*What the task asks:* Using the entries that follow, write out the line containing "info = os.lstat(current)", the line containing "return root.resolve()", and every line between them, exactly and nothing else.
Source data Block Start
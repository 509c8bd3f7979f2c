"""Reading and writing bundle directories safely.

Reading refuses any level path that could leave the bundle (absolute, `..`, backslashes, NUL,
symlinks, hard links) and checks SHA-256 before a byte is parsed. Writing goes to a temporary
directory beside the target and is renamed into place, so no half bundle is ever visible.
"""

from __future__ import annotations

import json
import os
import stat
from collections.abc import Mapping
from dataclasses import replace
from pathlib import Path, PurePosixPath
from typing import TYPE_CHECKING

from .errors import BundleError
from .limits import DEFAULT_LIMITS, Limits
from .manifest import LevelEntry, Manifest, level_file_name, parse_manifest_text
from .samples import decode_samples

if TYPE_CHECKING:
    import numpy as np

# The interpreter's own SHA-256 (no OpenSSL): hashlib would map OpenSSL's libcrypto, about
# 3.7 MiB of resident memory, for this one digest (peak memory is a benchmark target).
try:
    from _sha2 import sha256 as _sha256  # Python 3.12+
except ImportError:
    try:
        from _sha256 import sha256 as _sha256  # Python 3.10, 3.11
    except ImportError:
        from hashlib import sha256 as _sha256

MANIFEST_NAME = "manifest.json"
REPORT_NAME = "report.json"


def model_name(folder: str | os.PathLike[str]) -> str:
    """The name a bundle is served under: its folder name less a `.bundle` suffix."""
    name = Path(folder).name
    stem = name[: -len(".bundle")] if name.endswith(".bundle") else name
    return stem or name


def sha256_hex(data: bytes) -> str:
    return _sha256(data).hexdigest()


def check_relative_path(relative: str, where: str) -> tuple[str, ...]:
    """Split a manifest file path into safe components or raise `BundleError`."""
    if not relative or "\x00" in relative or "\\" in relative:
        raise BundleError(
            f"`{where}` is {relative!r}; expected a relative POSIX path without NUL or backslash."
        )
    path = PurePosixPath(relative)
    if path.is_absolute() or relative.startswith("/") or (len(relative) > 1 and relative[1] == ":"):
        raise BundleError(f"`{where}` is {relative!r}; absolute paths are refused.")
    parts = tuple(part for part in relative.split("/") if part not in ("", "."))
    if not parts or any(part == ".." for part in parts):
        raise BundleError(
            f"`{where}` is {relative!r}; paths must stay inside the bundle (no '..')."
        )
    return parts


def read_bundle_file(root: Path, relative: str, where: str, *, max_bytes: int) -> bytes:
    """Read a regular file inside `root` without following any symlink on the way."""
    parts = check_relative_path(relative, where)
    current = root
    for index, part in enumerate(parts):
        current = current / part
        try:
            info = os.lstat(current)
        except FileNotFoundError as error:
            raise BundleError(f"`{where}` names {relative!r}, which is missing.") from error
        except OSError as error:
            raise BundleError(f"`{where}` names {relative!r}, which cannot be read: {error}.") \
                from error
        if stat.S_ISLNK(info.st_mode):
            raise BundleError(f"`{where}` names {relative!r}, which passes through a symlink.")
        last = index == len(parts) - 1
        if not last and not stat.S_ISDIR(info.st_mode):
            raise BundleError(f"`{where}` names {relative!r}; {part!r} is not a directory.")
    if not stat.S_ISREG(info.st_mode):
        raise BundleError(f"`{where}` names {relative!r}, which is not a regular file.")
    if info.st_nlink > 1:
        raise BundleError(f"`{where}` names {relative!r}, which is a hard link; refused.")
    if info.st_size > max_bytes:
        raise BundleError(
            f"`{where}` names {relative!r} of {info.st_size} bytes; the limit is {max_bytes} "
            "bytes."
        )
    flags = os.O_RDONLY | getattr(os, "O_NOFOLLOW", 0)
    try:
        descriptor = os.open(current, flags)
    except OSError as error:
        raise BundleError(f"`{where}` names {relative!r}, which cannot be opened: {error}.") \
            from error
    with os.fdopen(descriptor, "rb") as handle:
        # Ask for the size lstat gave plus one byte, not for the limit: `read(n)` allocates
        # n bytes up front (256 MiB by default, for every level file).
        data = handle.read(info.st_size + 1)
    if len(data) > info.st_size:
        raise BundleError(f"`{where}` names {relative!r}, which grew while being read.")
    return data


def open_bundle_root(path: str | os.PathLike[str]) -> Path:
    root = Path(path)
    if not root.exists():
        raise BundleError(f"the bundle {str(root)!r} does not exist.")
    if not root.is_dir():
        raise BundleError(f"the bundle {str(root)!r} is not a directory (expected a folder "
                          f"holding {MANIFEST_NAME} and levels/).")
    return root.resolve()


def read_manifest(root: Path, *, limits: Limits = DEFAULT_LIMITS) -> Manifest:
    data = read_bundle_file(root, MANIFEST_NAME, MANIFEST_NAME,
                            max_bytes=limits.max_manifest_bytes)
    return parse_manifest_text(data, max_bytes=limits.max_manifest_bytes)


def check_checksum(data: bytes, expected: str, file: str, what: str) -> None:
    """Raise `BundleError` unless `data` hashes to `expected` (one wording for every file)."""
    digest = sha256_hex(data)
    if digest != expected:
        raise BundleError(
            f"the checksum of {file!r} ({what}) is {digest}; the manifest records {expected}: "
            "the file was changed or corrupted."
        )
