def inspect_command(arguments: argparse.Namespace) -> int:
    from stridecast.runtime.describe import describe_bundle

    description = describe_bundle(bundle_path(arguments))
    status = 0 if description["checksums_ok"] else 1
    if arguments.json:
        print(json.dumps(description, indent=2))
        return status
    manifest = description["manifest"]
    unit = manifest["time"]["unit"]
    base = manifest["time"]["base_step"]
    state = manifest["state"]
    print(f"bundle      {description['path']}")
    print(f"name        {manifest['name'] or '-'}  {manifest['description']}")
    names = [f"{n} [{u}]" if u else n for n, u in zip(state["names"], state["units"], strict=True)]
    if len(names) > WIDE_STATE:  # a field: the first and last few names
        names = [*names[:3], f"… {len(names) - 6} more …", *names[-3:]]
    print(f"state       {state['dim']} components: {', '.join(names)}")
    print(f"base step   {base:g} {unit}    update: {manifest['update']}")
    print("levels")
    print(f"  {'stride':>7} {'time':>12}  {'params':>8}  {'opset':>5}  checksum  operators")
    for level in description["levels"]:
        operators = ", ".join(f"{op}×{count}" for op, count in level["operators"].items())
        if level["checksum"] != "ok":
            print(f"  {level['stride']:>7} {level['stride_time']:>10g} {unit:<2} "
                  f"{'-':>8}  {'-':>5}  MISMATCH  {level['file']} was changed or corrupted "
                  f"(sha256 {level['actual_sha256'][:12]}…, manifest {level['sha256'][:12]}…)")
            continue
        print(f"  {level['stride']:>7} {level['stride_time']:>10g} {unit:<2} "
              f"{level['parameters']:>8}  {level['opset']:>5}  {level['checksum']:<8}  {operators}")
    for item in description["files"]:
        print(f"  {item['what']}: checksum {item['checksum']}"
              + (f" ({item['error']})" if item["error"] else ""))
    _print_reduction(description.get("reduction"))
    envelope = manifest.get("envelope")
    if envelope:
        reduction = manifest.get("reduction")
        print("envelope" + ("    (latent states)" if reduction else ""))
        box_names = (state["names"] if not reduction
                     else [f"latent[{i}]" for i in range(reduction["latent_dim"])])
        for name, low, high in zip(box_names, envelope["min"], envelope["max"], strict=True):
            print(f"  {name:<12} [{low:.6g}, {high:.6g}]")
        samples = envelope.get("samples")
        if samples:
            print(f"  samples      {samples['count']} training states ({samples['file']}); far "
                  f"from the data beyond {samples['radius']:.4g} (normalised units)")
        else:
            print("  samples      not recorded (the min/max box only)")
    else:
        print("envelope    not recorded")
    horizon = manifest.get("validated_horizon")
    print(f"validated   {'not recorded' if horizon is None else f'{horizon:g} {unit}'}")
    _print_validation(manifest.get("validation"), unit)
    _print_report(description.get("report"), description["plots"], unit)
    if status:
        bad = [level["file"] for level in description["levels"] if level["checksum"] != "ok"]
        bad += [item["what"] for item in description["files"] if item["checksum"] != "ok"]
        print(f"error: the checksums of {', '.join(bad)} do not match the manifest; `load` will "
              "refuse this bundle.", file=sys.stderr)
        return status
    print(caution.CAUTION, file=sys.stderr)
    return 0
Source data Block End
*Exercise solution:*
            info = os.lstat(current)
        except FileNotFoundError as error:
            raise BundleError(f"`{where}` names {relative!r}, which is missing.") from error
        except OSError as error:
            raise BundleError(f"`{where}` names {relative!r}, which cannot be read: {error}.") \
                from error
        if stat.S_ISLNK(info.st_mode):
            raise BundleError(f"`{where}` names {relative!r}, which passes through a symlink.")
        last = index == len(parts) - 1
        if not last and not stat.S_ISDIR(info.st_mode):
            raise BundleError(f"`{where}` names {relative!r}; {part!r} is not a directory.")
    if not stat.S_ISREG(info.st_mode):
        raise BundleError(f"`{where}` names {relative!r}, which is not a regular file.")
    if info.st_nlink > 1:
        raise BundleError(f"`{where}` names {relative!r}, which is a hard link; refused.")
    if info.st_size > max_bytes:
        raise BundleError(
            f"`{where}` names {relative!r} of {info.st_size} bytes; the limit is {max_bytes} "
            "bytes."
        )
    flags = os.O_RDONLY | getattr(os, "O_NOFOLLOW", 0)
    try:
        descriptor = os.open(current, flags)
    except OSError as error:
        raise BundleError(f"`{where}` names {relative!r}, which cannot be opened: {error}.") \
            from error
    with os.fdopen(descriptor, "rb") as handle:
        # Ask for the size lstat gave plus one byte, not for the limit: `read(n)` allocates
        # n bytes up front (256 MiB by default, for every level file).
        data = handle.read(info.st_size + 1)
    if len(data) > info.st_size:
        raise BundleError(f"`{where}` names {relative!r}, which grew while being read.")
    return data


def open_bundle_root(path: str | os.PathLike[str]) -> Path:
    root = Path(path)
    if not root.exists():
        raise BundleError(f"the bundle {str(root)!r} does not exist.")
    if not root.is_dir():
        raise BundleError(f"the bundle {str(root)!r} is not a directory (expected a folder "
                          f"holding {MANIFEST_NAME} and levels/).")
    return root.resolve()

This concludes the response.